As-salamu alaykum - Dr Sultan Al Jaber’s Germany visit, coffee news and sports roundup
As-salamu alaykum - quick update covering a few things I thought were worth sharing.
Dr Sultan Al Jaber, the Minister of Industry and Advanced Technology, made an official working visit to Germany this week. In his role as Special Envoy to Germany he had several one-on-one talks with senior German officials, Alhamdulillah. He met Chancellor Friedrich Merz and stressed the strong strategic ties between our countries. They looked at ways to cooperate in industry, energy (including renewables), advanced technology and innovation, and talked about boosting investment and sustainable economic partnership - insha'Allah this leads to good results.
He also sat down with Katharina Reiche, Germany’s Economic Affairs and Energy Minister, to focus on joint opportunities around energy transition and green hydrogen. With Transport Minister Patrick Schnieder he discussed improving connectivity and building sustainable transport systems, like smart mobility and more electric vehicles.
Dr Al Jaber met Mathias Dopfner, CEO and chairman of Axel Springer SE, and they chatted about how advanced tech and artificial intelligence can help develop digital media and make it more capable - with an eye on ethics and responsibility, which is important to many of us.
On a different note, France organised a delegation of big businesses to visit Syria. The group was led by shipping firm CMA CGM, which signed a 30-year deal in May with the Syrian government to develop and operate Latakia port. Other firms on the trip included water and waste specialist Suez, defence company Thales, and Ellipse Group, which is exploring hospital rehabilitation there.

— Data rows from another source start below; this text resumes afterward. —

describe('GET /api/exams/:id/fhir — a countersigned exam', () => {
  let ward: Ward
  let exam: Exam
  let bundle: Json

  beforeAll(async () => {
    ward = await newWard()
    exam = await countersigned(ward)
    const res = await fhirOf(ward.resident.auth, exam)
    expect(res.status).toBe(200)
    expect(res.headers['content-type']).toMatch(/^application\/fhir\+json/)
    bundle = JSON.parse(res.text)
  })

  it('is a Bundle that validates against the FHIR R4 specification (FHIR.js, R4 definitions)', () => {
    const result = validateR4(bundle)

    expect(result.errors).toEqual([])
    expect(result.valid).toBe(true)
    expect(bundle).toMatchObject({ resourceType: 'Bundle', type: 'collection' })
    expect(observationOf(bundle).resourceType).toBe('Observation')
  })

  it('the same validator refuses a broken copy, so a pass means something', () => {
    const broken = structuredClone(bundle)
    observationOf(broken).status = 'signed'
    observationOf(broken).valueQuantity.value = '13.7'
    observationOf(broken).valueQuantity.comparator = '≥'
    observationOf(broken).effectiveDateTime = 'yesterday'
    observationOf(broken).estimate = 13.7
    delete broken.entry.find((e: Json) => e.resource.resourceType === 'Provenance').resource.recorded

    const result = validateR4(broken)

    expect(result.valid).toBe(false)
    const errors = result.errors.join('\n')
    for (const location of [
      'Observation.status',
      'Observation.valueQuantity.value',
      'Observation.valueQuantity.comparator',
      'Observation.effectiveDateTime',
      'Observation.estimate',
      'Provenance.recorded',
    ])
      expect(errors).toContain(location)
  })

  it('gives every quantity a valid UCUM code (NLM ucum-lhc) in the UCUM system', () => {
    const quantities = quantitiesOf(observationOf(bundle))

    expect(new Set(quantities.map((q) => q.code))).toEqual(new Set(['cm[H2O]', 'mm[Hg]', 'cm', 'deg']))
    for (const q of quantities) {
      expect(q.system).toBe(UCUM)
      expect(ucum.validateUnitString(q.code).status, q.code).toBe('valid')
    }
    // the checker itself refuses the everyday spellings that are not UCUM codes
    expect(ucum.validateUnitString('cmH2O').status).toBe('invalid')
    expect(ucum.validateUnitString('mmHg').status).toBe('invalid')
  })

  it('carries the estimate of the worked example (Seth 2002 offset): 13.7 cmH₂O, band 9.2–18.2, h 4 cm at 45°', () => {
    const observation = observationOf(bundle)

    // Worked example, Seth 2002 offset: vertical h = 4 cm at 45°, ruler, incline-adjusted → offset 9.7, CVP 13.7 cmH₂O,
    // σ = √(0.25 + 1 + 4) = 2.29, band 9.2–18.2 cmH₂O.
    expect(observation.valueQuantity).toMatchObject({ value: 13.7, code: 'cm[H2O]' })
    expect(observation.valueQuantity.comparator).toBeUndefined()
    expect(componentOf(observation, 'cvp-band-low').valueQuantity.value).toBeCloseTo(13.7 - 1.96 * Math.sqrt(5.25), 2)
    expect(componentOf(observation, 'cvp-band-high').valueQuantity.value).toBeCloseTo(13.7 + 1.96 * Math.sqrt(5.25), 2)
    expect(componentOf(observation, 'jvp-height').valueQuantity).toMatchObject({ value: 4, code: 'cm' })
    expect(componentOf(observation, 'trunk-inclination').valueQuantity).toMatchObject({ value: 45, code: 'deg' })
    expect(componentOf(observation, 'offset-distance').valueQuantity).toMatchObject({ value: 9.7, code: 'cm' })
    expect(componentOf(observation, 'offset-model').valueCodeableConcept.coding[0].code).toBe('incline-adjusted')
    // the same numbers the exam API answers
    expect(observation.valueQuantity.value).toBeCloseTo(exam.estimate.cvpCmH2O!, 2)
    expect(componentOf(observation, 'cvp-band-low').valueQuantity.value).toBeCloseTo(exam.estimate.bandCmH2O![0]!, 2)
  })

  it('gives mmHg by the NIST SP 811 factor, agreeing with UCUM’s conversion', () => {
    const mmHg = componentOf(observationOf(bundle), 'cvp-estimate-mmhg').valueQuantity

    expect(mmHg.code).toBe('mm[Hg]')
    // NIST SP 811 (2008) App. B.8: 1 mmHg = 133.3224 Pa, 1 cmH₂O = 98.0665 Pa → 1.35951 cmH₂O per mmHg
    expect(mmHg.value).toBeCloseTo(13.7 / 1.35951, 2)
    // NLM ucum-lhc: UCUM's rounded mm[Hg] (133.322 Pa) differs by about 3 ppm, far below the two decimals sent
    expect(mmHg.value).toBeCloseTo(ucum.convertUnitTo('cm[H2O]', 13.7, 'mm[Hg]').toVal!, 2)
  })

  it('codes the estimate in our own system, not as a measured CVP, with the physical-examination method', () => {
    const observation = observationOf(bundle)

    expect(observation.code.coding).toEqual([expect.objectContaining({ system: OWN_OBSERVATION, code: 'cvp-estimate' })])
    expect(JSON.stringify(bundle)).not.toContain('loinc.org')
    expect(observation.category[0].coding[0]).toMatchObject({ code: 'exam' })
    expect(observation.method.coding[0]).toMatchObject({ system: 'http://snomed.info/sct', code: '5880005' })
    for (const component of observation.component) expect(component.code.coding[0].system).toBe(OWN_OBSERVATION)
  })

  it('names the examiner and the countersigning attending as performers, each with a role', () => {
    const observation = observationOf(bundle)

    const performers = observation.performer.map((ref: Json) => {
      const role = resolve(bundle, ref.reference)
      const person = resolve(bundle, role.practitioner.reference)
      return { role: role.code[0].coding[0].code, name: person.name[0].text, id: person.identifier[0].value }
    })

    expect(performers).toEqual([
      { role: 'examiner', name: 'Dr Sam Whitcombe', id: ward.resident.user.id },
      { role: 'countersigning-attending', name: 'Dr Tomas Lindqvist', id: ward.attending.user.id },
    ])
  })

  it('carries the signature in a Provenance: the verifier, the server’s time and the meaning', () => {
    const signature = exam.signatures![0]!
    const provenance = bundle.entry.find((e: Json) => e.resource.resourceType === 'Provenance').resource

    expect(provenance.target[0].reference).toBe(bundle.entry[0].fullUrl)
    expect(provenance.recorded).toBe(signature.signedAt)
    expect(provenance.agent[0].type.coding[0].code).toBe('verifier')
    expect(resolve(bundle, resolve(bundle, provenance.agent[0].who.reference).practitioner.reference).name[0].text).toBe('Dr Tomas Lindqvist')
    expect(provenance.signature[0].when).toBe(signature.signedAt)
    expect(provenance.signature[0].type.map((c: Json) => c.code)).toEqual(['1.2.840.10065.1.12.1.5', 'reviewed-agree'])
    expect(provenance.signature[0].extension[0].valueString).toBe(signature.hash)
  })

  it('notes the caution and the signature’s manifestation: printed name, date and time with zone, meaning', () => {
    const texts = observationOf(bundle).note.map((n: Json) => n.text)

    expect(texts).toContain(CAUTION_TEXT)
    const manifestation = texts.find((t: string) => t.startsWith('Countersigned by'))
    expect(manifestation).toContain('Dr Tomas Lindqvist')
    expect(manifestation).toContain('meaning: reviewed, and agrees with the findings')
    expect(manifestation).toMatch(/\d{1,2} \w{3} \d{4}, \d{2}:\d{2} /)
  })

  it('names the patient by an identifier reference carrying the code, at the time of the exam', () => {
    const observation = observationOf(bundle)

    expect(observation.subject).toEqual({
      type: 'Patient',
      identifier: { system: 'https://plumbline.example/fhir/sid/patient-code', value: 'SM-0142' },
    })
    expect(observation.effectiveDateTime).toBe(exam.examinedAt)
    expect(observation.status).toBe('final')
  })

  it('never sends a value and a reason for its absence together (FHIR R4 invariant obs-6, from memory)', () => {
    const observation = observationOf(bundle)

    for (const element of [observation, ...observation.component]) {
      const values = Object.keys(element).filter((k) => k.startsWith('value'))
      expect(values.length + (element.dataAbsentReason ? 1 : 0)).toBe(1)
    }
  })
})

Switching to coffee: while taste and a good roast matter most for specialty coffee, so do sustainability and fair treatment of workers. Many real specialty coffee businesses try to improve these areas at every production step through direct ties with farmers. For example, Mokha 1450 on Al Wasl Road focuses a lot on working with women-owned and -run coffee groups, including female farmers in the Sabree mountains of Yemen. The shop owner Garfield Kerr points out: "women represent over 90 per cent of the coffee value chain, but are woefully underrepresented in less than 10 per cent of ownership and management throughout the global coffee industry." Raw Coffee, one of the UAE’s big green-bean suppliers, helped found the Partnership of Gender Equity to empower female coffee farmers and harvesters. Also, fun little fact - plenty of companies worldwide recycle used coffee grounds into rich soil for growing mushrooms.
And a short cycling/sports note: the jersey colors and what they mean - Red Jersey (General Classification leader by time), Green Jersey (Points Classification for sprinters), White Jersey (best young rider, U25 born after Jan 1, 1995), and Black Jersey (Intermediate Sprint leader) - are worn daily starting from Stage 2.
Day 1 results (open categories):
Open Men - New Zealand 125 (1) beat UAE 111 (3); India 111 (4) beat Singapore 75 (0); South Africa 66 (2) beat Sri Lanka 57 (2); Australia 126 (4) beat Malaysia -16 (0).
Open Women - New Zealand 64 (2) beat South Africa 57 (2); England 69 (3) beat UAE 63 (1); Australia 124 (4) beat UAE 23 (0); New Zealand 74 (2) beat England 55 (2).
Hope you find this useful - may Allah bless productive cooperation and fair, sustainable initiatives. Peace.